Stored data

^^^^

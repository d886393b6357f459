//! The manners of messages.

use std::path::PathBuf;

use super::{ColumnCount, Error};

fn examples() -> Vec<Error> {
    let path = || PathBuf::from("tiles.csv");
    let names = |names: &[&str]| names.iter().map(|name| (*name).to_owned()).collect::<Vec<_>>();
    let counts = || vec![ColumnCount { column: "length".into(), count: 3 }];
    vec![
        Error::FileMissing { path: path(), working_dir: "/".into(), similar: names(&["tile.csv"]) },
        Error::IsFolder { path: path(), readable: vec![] },
        Error::UnknownExtension { path: path(), accepted: &["csv", "tsv"] },
        Error::EmptyFile { path: path() },
        Error::NotText { path: path(), line: 3, byte: 0xFF },
        Error::RaggedRows { path: path(), line: 3, expected: 2, found: 1, n_ragged: 4, n_rows: 9 },
        Error::WrongDelimiter { path: path(), used: ',', seen: '\t', n_fields: 3 },
        Error::UnclosedQuote { path: path(), line: 3 },
        Error::StrayQuote { path: path(), line: 3 },
        Error::BadDelimiter { delimiter: ',', decimal_comma: true },
        Error::UnnamedColumn { path: path(), position: 1 },
        Error::DuplicateColumns { columns: counts() },
        Error::BadJsonLine { path: path(), line: 3, reason: "expected value".into() },
        Error::MixedKinds {
            path: path(),
            column: "x".into(),
            first: ("text", 1),
            other: ("a number", 2),
        },
        Error::Unreadable { path: path(), format: "Parquet", reason: "cut".into() },
        Error::Io { action: "read", path: Some(path()), source: std::io::Error::other("full") },
        Error::UnknownColumn { name: "x".into(), nearest: None, available: names(&["y"]) },
        Error::UnknownLabel { label: "x".into(), nearest: Some("y".into()) },
        Error::RepeatedRequest { name: "x".into() },
        Error::WantedAndUnwanted { name: "x".into() },
        Error::NoColumnLike { pattern: "colour_*".into(), available: names(&["x"]) },
        Error::NoColumnOfType {
            number_type: crate::table::NumberType::Float,
            columns: vec![("x".into(), "i64".into())],
        },
        Error::NoColumnLeft { columns: counts(), n_rows: 9, share: 0.2 },
        Error::MissingWeights { column: "w".into(), row: 2, count: 1 },
        Error::NoNumericColumns { columns: vec![("x".into(), "str".into())] },
        Error::NotNumeric {
            column: "x".into(),
            dtype: "str".into(),
            example: Some(("a".into(), 2)),
        },
        Error::MixedColumn {
            column: "x".into(),
            n_numbers: 9,
            n_others: 1,
            example: ("a".into(), 2),
        },
        Error::MissingValues { columns: counts(), n_rows: 9, n_complete: 6 },
        Error::AllMissing { columns: names(&["x", "y"]) },
        Error::EmptyRows { labels: names(&["a"]) },
        Error::NoCompleteRow { columns: counts(), n_rows: 9 },
        Error::ConstantObserved { columns: vec![("x".into(), 2.5, 4)] },
        Error::TooFewObserved { n_components: 2, found: 20, needed: 31 },
        Error::NoNoise { n_components: 2 },
        Error::ScoresUndetermined { row: 4, label: "a".into(), n_observed: 1, n_components: 2 },
        Error::WeightsNotCovered { method: "the estimation of missing values" },
        Error::NonFinite {
            column: "x".into(),
            row: 2,
            label: "b".into(),
            value: f64::INFINITY,
            count: 2,
        },
        Error::ZeroRows { rows: names(&["x"]) },
        Error::DependentColumns { what: "the loadings", rank: 1, n_cols: 2 },
        Error::ZeroColumns { what: "the first matrix", columns: names(&["x"]) },
        Error::RotationCollapsed { rotation: "direct oblimin, γ = 0.8".into(), n_starts: 20 },
        Error::RowNamesDiffer {
            missing: names(&["x"]),
            extra: names(&["y"]),
            order: Some((2, "x".into(), "y".into())),
        },
        Error::NoRows,
        Error::NoColumns,
        Error::OptionNeeded { option: "keep", needed_by: "a randomised decomposition" },
        Error::RowsDiffer { missing: vec![], extra: vec![] },
        Error::SavedForm { part: "`mean`".into(), found: "x".into(), accepted: "y".into() },
        Error::SavedVersion { format: "semiaxis components", found: 2, known: 1 },
        Error::NotSaved { what: "scores", remedy: "project the rows" },
        Error::BadWeight { column: Some("w".into()), row: 2, label: "b".into(), value: -1.0 },
        Error::MissingLabels { column: "x".into(), row: 2, count: 1 },
        Error::RepeatedLabel { column: Some("x".into()), label: "a".into(), rows: (1, 2) },
        Error::ShapeMismatch { what: "labels of rows", expected: 2, found: 1 },
        Error::OutsideDomain {
            action: "the transformation (natural logarithm)".into(),
            column: "x".into(),
            row: 2,
            label: "b".into(),
            value: -1.0,
            accepted: "numbers above 0".into(),
        },
        Error::NoSpread { columns: vec![("x".into(), 0.5)], measure: "range" },
        Error::TransformationsDiffer { wanted: names(&["square root of x"]), found: vec![] },
        Error::SavedForm { part: "`total`".into(), found: "a list".into(), accepted: "1".into() },
        Error::TooFewRows { method: "parallel analysis", needed: 3, found: 1 },
        Error::TooFewColumns { method: "parallel analysis", needed: 2, found: 1 },
        Error::ConstantColumns { columns: vec![("x".into(), 0.5)] },
        Error::NoVariation { n_rows: 9 },
        Error::Magnitude { column: "x".into(), value: 1e200, least: 1e-145, most: 1e145 },
        Error::WeightsNotCovered { method: "the robust scatter" },
        Error::SingularScatter { method: "the robust scatter", rank: 3, order: 4 },
        Error::ExactFit {
            method: "the robust scatter",
            n_on: 8,
            n_rows: 10,
            coefficients: vec![("x".into(), 0.6), ("y".into(), -0.8)],
            constant: 2.0,
            off: names(&["a", "b"]),
        },
        Error::NoRobustSpread { columns: vec![("x".into(), 4.0)] },
        Error::ComponentOutOfRange { asked: 9, available: 3 },
        Error::VariablesDiffer {
            missing: names(&["x"]),
            extra: names(&["y"]),
            order: Some((1, "x".into(), "y".into())),
        },
        Error::OptionOutOfRange { option: "percentile", value: 100.0, accepted: "below 100" },
        Error::Interrupted,
        Error::NoConvergence { method: "the singular value decomposition" },
    ]
}

#[test]
fn messages_are_lower_case_without_a_final_period() {
    for error in examples() {
        let message = error.to_string();
        let first = message.chars().next().unwrap();
        assert!(!first.is_uppercase(), "{message}");
        assert!(!message.ends_with('.') && !message.contains("  "), "{message}");
    }
}

#[test]
fn messages_name_the_offender_and_the_way_out() {
    let message = |error: &Error| error.to_string();
    let all: Vec<String> = examples().iter().map(message).collect();
    for expected in [
        "`tiles.csv`, line 3: 1 field where the header has 2; 4 of 9 rows differ from the header",
        "values are missing: 3 in `length`; 6 of 9 rows are complete; leave those columns out, \
         drop the incomplete rows with \
         `.data_matrix_with(MatrixOptions::new().missing(Missing::DropRows))`, \
         or keep the gaps for a method that estimates them with `.gapped_matrix()`",
        "column `x` holds inf in row 2 (`b`) and has 1 more value not finite; only \
         finite numbers are accepted",
        "parallel analysis needs at least 3 rows, there is 1",
        "9 components were asked for; accepted: 1 to 3",
    ] {
        assert!(all.iter().any(|message| message == expected), "{expected}\nin {all:#?}");
    }
}

#[test]
fn sources_stay_reachable() {
    let error = Error::from(std::io::Error::other("full"));
    assert!(std::error::Error::source(&error).is_some());
}
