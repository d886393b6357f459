//! Analyses that are written and read back.

use proptest::prelude::*;

use super::weights::weighted_and_repeated;
use super::{BOTH, correlated};
use crate::components::{
    ComponentOptions, Decomposition, FittedComponents, PrincipalComponents, RandomisedOptions,
    Scaling, principal_components, principal_components_with,
};
use crate::error::Error;
use crate::table::DataMatrix;

fn analysis() -> PrincipalComponents {
    let x = DataMatrix::from_unnamed(correlated(20, 4, 5)).unwrap();
    principal_components(&x, Scaling::Correlation).unwrap()
}

fn randomised() -> PrincipalComponents {
    let x = DataMatrix::from_unnamed(correlated(60, 30, 5)).unwrap();
    let options = RandomisedOptions::new().seed(u64::MAX);
    let options = ComponentOptions::new(Scaling::Covariance)
        .keep(3)
        .decomposition(Decomposition::Randomised(options));
    principal_components_with(&x, options).unwrap()
}

#[test]
fn a_loaded_analysis_equals_the_saved_one_in_every_bit() {
    let weighted = weighted_and_repeated(25, 6, 3).0;
    let wide = DataMatrix::from_unnamed(correlated(7, 30, 3)).unwrap();
    let mut analyses = vec![randomised()];
    for scaling in BOTH {
        analyses.push(principal_components(&weighted, scaling).unwrap());
        analyses.push(principal_components(&wide, scaling).unwrap());
        let two = ComponentOptions::new(scaling).keep(2);
        analyses.push(principal_components_with(&wide, two).unwrap());
    }
    for pca in analyses {
        let back = FittedComponents::from_json(&pca.to_json()).unwrap();
        assert!(back == *pca.fitted(), "{:?}", pca.route());
        assert!(
            back.project(pca.data()).unwrap().values() == pca.project(pca.data()).unwrap().values()
        );
        assert!(matches!(back.saved_scores(), Err(Error::NotSaved { what: "scores", .. })));
        let with_scores = FittedComponents::from_json(&pca.to_json_with_scores()).unwrap();
        assert!(with_scores.saved_scores().unwrap() == pca.scores());
        // Saved again, nothing is lost or added.
        assert_eq!(with_scores.to_json(), pca.to_json_with_scores());
        assert_eq!(back.to_json(), pca.to_json());
    }
}

#[test]
fn files_are_whole_or_not_there() {
    let folder = tempfile::tempdir().unwrap();
    let path = folder.path().join("tiles.json");
    let pca = analysis();
    pca.save_with_scores(&path).unwrap();
    pca.save(&path).unwrap();
    assert!(PrincipalComponents::load(&path).unwrap() == *pca.fitted());
    let names: Vec<_> =
        std::fs::read_dir(folder.path()).unwrap().map(|e| e.unwrap().file_name()).collect();
    assert_eq!(names, ["tiles.json"], "nothing is left beside it");

    let nowhere = folder.path().join("no such folder").join("tiles.json");
    assert!(matches!(pca.save(&nowhere), Err(Error::Io { path: Some(_), .. })));
    // A folder in the file's place: the attempt fails and leaves nothing behind.
    let taken = folder.path().join("taken");
    std::fs::create_dir(&taken).unwrap();
    std::fs::write(taken.join("x"), "").unwrap();
    assert!(matches!(pca.save(&taken), Err(Error::Io { .. })));
    assert_eq!(std::fs::read_dir(folder.path()).unwrap().count(), 2);

    match PrincipalComponents::load(folder.path().join("tile.json")).unwrap_err() {
        Error::FileMissing { similar, .. } => assert_eq!(similar, ["tiles.json"]),
        other => panic!("{other}"),
    }
    std::fs::write(&path, "{\"format\": 3}").unwrap();
    match PrincipalComponents::load(&path).unwrap_err() {
        Error::SavedForm { part, found, .. } => {
            assert!(part.starts_with("`format` in ") && part.ends_with("tiles.json"), "{part}");
            assert_eq!(found, "3");
        }
        other => panic!("{other}"),
    }
    std::fs::write(&path, b"{\n\xff}").unwrap();
    assert!(matches!(
        PrincipalComponents::load(&path),
        Err(Error::NotText { line: 2, byte: 0xff, .. })
    ));
}

/// The part at fault when one piece of a saved analysis is replaced by another.
fn fault_of(text: &str, from: &str, to: &str) -> String {
    assert!(text.contains(from), "{from} is not in {text}");
    match FittedComponents::from_json(&text.replacen(from, to, 1)) {
        Err(Error::SavedForm { part, found, accepted }) => {
            assert!(!found.is_empty() && !accepted.is_empty());
            part
        }
        other => panic!("{from} -> {to}: {other:?}"),
    }
}

#[test]
fn what_is_not_known_missing_or_of_the_wrong_kind_is_refused_by_name() {
    let text = analysis().to_json();
    match FittedComponents::from_json(&text.replacen("\"version\": 1", "\"version\": 2", 1)) {
        Err(Error::SavedVersion { found: 2, known: 1, .. }) => {}
        other => panic!("{other:?}"),
    }
    // A later version is named as such even when its other fields are not known here.
    let later = "{\"format\": \"semiaxis components\", \"version\": 7, \"new\": 1}";
    assert!(matches!(
        FittedComponents::from_json(later),
        Err(Error::SavedVersion { found: 7, .. })
    ));
    let tolerance = serde_json::json!(analysis().tolerance()).to_string();
    for (from, to, part) in [
        ("semiaxis components", "semiaxis rotation", "`format`"),
        ("\"version\": 1", "\"version\": -1", "`version`"),
        ("\"version\": 1", "\"version\": \"1\"", "`version`"),
        ("\"weighted\": false", "\"weighted\": false, \"colour\": 1", "`colour`"),
        ("\"weighted\": false", "\"weighted\": false, \"rank\": 4", "`rank`"),
        ("  \"weighted\": false,\n", "", "`weighted`"),
        ("\"weighted\": false", "\"weighted\": 0", "`weighted`"),
        ("\"correlation\"", "\"robust\"", "`scaling`"),
        ("\"variable-cross-product\"", "\"by hand\"", "`route`"),
        ("\"variable-cross-product\"", "\"randomised\"", "`approximation`"),
        ("\"approximation\": null", "\"approximation\": {}", "`approximation`"),
        ("\"rows\": 20", "\"rows\": 1", "`rows`"),
        ("\"rows\": 20", "\"rows\": 2.5", "`rows`"),
        ("\"divisor\": 19", "\"divisor\": 20", "`divisor`"),
        ("\"rank\": 4", "\"rank\": 3", "`rank`"),
        ("\"rank\": 4", "\"rank\": 5", "`rank`"),
        ("\"rank_tolerance\": ", "\"rank_tolerance\": -", "`rank_tolerance`"),
        (&tolerance, "0.5", "`rank_tolerance`"),
        ("\"V2\"", "\"V1\"", "`variables`"),
        ("\"V2\"", "2", "`variables`"),
        ("\"V2\",", "", "`variances`"),
        ("\"transformations\": []", "\"transformations\": {}", "`transformations`"),
        (
            "\"transformations\": []",
            "\"transformations\": [3]",
            "`transformations[0]`: a transformation",
        ),
        (
            "\"transformations\": []",
            "\"transformations\": [{\"transformation\": \"cube\", \"columns\": [\"V1\"]}]",
            "`transformations[0]`: `transformation`",
        ),
        ("\"mean\": [", "\"mean\": [1.0,", "`mean`"),
        ("\"mean\": [", "\"mean\": [1e999,", "`mean`"),
        ("\"mean\": [", "\"mean\": [null,", "`mean`"),
        ("\"mean\": [", "\"mean\": [\"inf\",", "`mean`"),
        ("\"scale\": [", "\"scale\": [1.0,", "`scale`"),
        ("\"deviations\": [", "\"deviations\": [-", "`deviations`"),
        ("\"total_variance\": 4", "\"total_variance\": 5", "`total_variance`"),
        ("\"variances\": [", "\"variances\": [9", "`variances`"),
        ("\"variances\": [", "\"variances\": [0.1, ", "`variances`"),
        ("\"loadings\": [[", "\"loadings\": [[0", "the text"),
        ("\"loadings\": [[0.", "\"loadings\": [[0.1", "`loadings`"),
        ("\"loadings\": [[", "\"loadings\": [[0.5,", "`loadings[0]`"),
        ("\"loadings\": [[", "\"loadings\": [[\"\",", "`loadings[0]`"),
        ("\"loadings\": [", "\"loadings\": [[1.0],", "`loadings`"),
        ("\"scores\": null", "\"scores\": []", "`scores`"),
        ("\"scores\": null", "\"scores\": {\"labels\": []}", "`scores`: `values`"),
        (
            "\"scores\": null",
            "\"scores\": {\"labels\": [\"a\"], \"values\": []}",
            "`scores`: `labels`",
        ),
    ] {
        assert_eq!(fault_of(&text, from, to), part, "{from} -> {to}");
    }
    let deviations_only = text.replacen("\"deviations\": [", "\"deviations\": [1", 1);
    match FittedComponents::from_json(&deviations_only) {
        Err(Error::SavedForm { part, .. }) => assert_eq!(part, "`scale`"),
        other => panic!("{other:?}"),
    }
    let text = randomised().to_json();
    for (from, to, part) in [
        ("\"directions\":13", "\"directions\":2", "`approximation`: `directions`"),
        ("\"norm_bound\":", "\"norm_bound\":-", "`approximation`: `norm_bound`"),
        ("\"residuals\":[", "\"residuals\":[1,", "`approximation`: `residuals`"),
        (
            "\"seed\":18446744073709551615",
            "\"seed\":18446744073709551616",
            "`approximation`: `seed`",
        ),
        ("\"seed\"", "\"sed\"", "`approximation`: `seed`"),
    ] {
        assert_eq!(fault_of(&text, from, to), part, "{from} -> {to}");
    }
    for (text, found) in [("", "empty"), ("[1]", "a list"), ("xyz", "not JSON at line 1, column 1")]
    {
        match FittedComponents::from_json(text) {
            Err(Error::SavedForm { found: seen, .. }) => assert_eq!(seen, found),
            other => panic!("{other:?}"),
        }
    }
}

#[test]
fn a_text_cut_short_anywhere_is_refused() {
    let text = analysis().to_json_with_scores();
    for end in 0..text.len() {
        match FittedComponents::from_json(&text[..end]) {
            Err(Error::SavedForm { part, found, .. }) => {
                assert_eq!(part, "the text");
                assert!(found == "empty" || found.starts_with("cut short at line"), "{found}");
            }
            other => panic!("{end}: {other:?}"),
        }
    }
}

proptest! {
    #![proptest_config(ProptestConfig::with_cases(256))]

    #[test]
    fn a_damaged_text_is_an_analysis_or_an_error_and_never_a_panic(
        place in 0usize..2000, byte in 0x20u8..0x7f,
    ) {
        let mut bytes = analysis().to_json_with_scores().into_bytes();
        let place = place % bytes.len();
        bytes[place] = byte;
        let text = String::from_utf8(bytes).unwrap();
        if let Ok(fitted) = FittedComponents::from_json(&text) {
            prop_assert_eq!(fitted.n_components(), 4);
        }
    }
}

^^^^

# WORK REQUIRED
Beginning at the top of the records above, transcribe each line exactly up to and including the line that holds "let names = |names: &[&str]|".

# TASK SOLUTION
repository d886393b6357f459
//! The manners of messages.

use std::path::PathBuf;

use super::{ColumnCount, Error};

fn examples() -> Vec<Error> {
    let path = || PathBuf::from("tiles.csv");
    let names = |names: &[&str]| names.iter().map(|name| (*name).to_owned()).collect::<Vec<_>>();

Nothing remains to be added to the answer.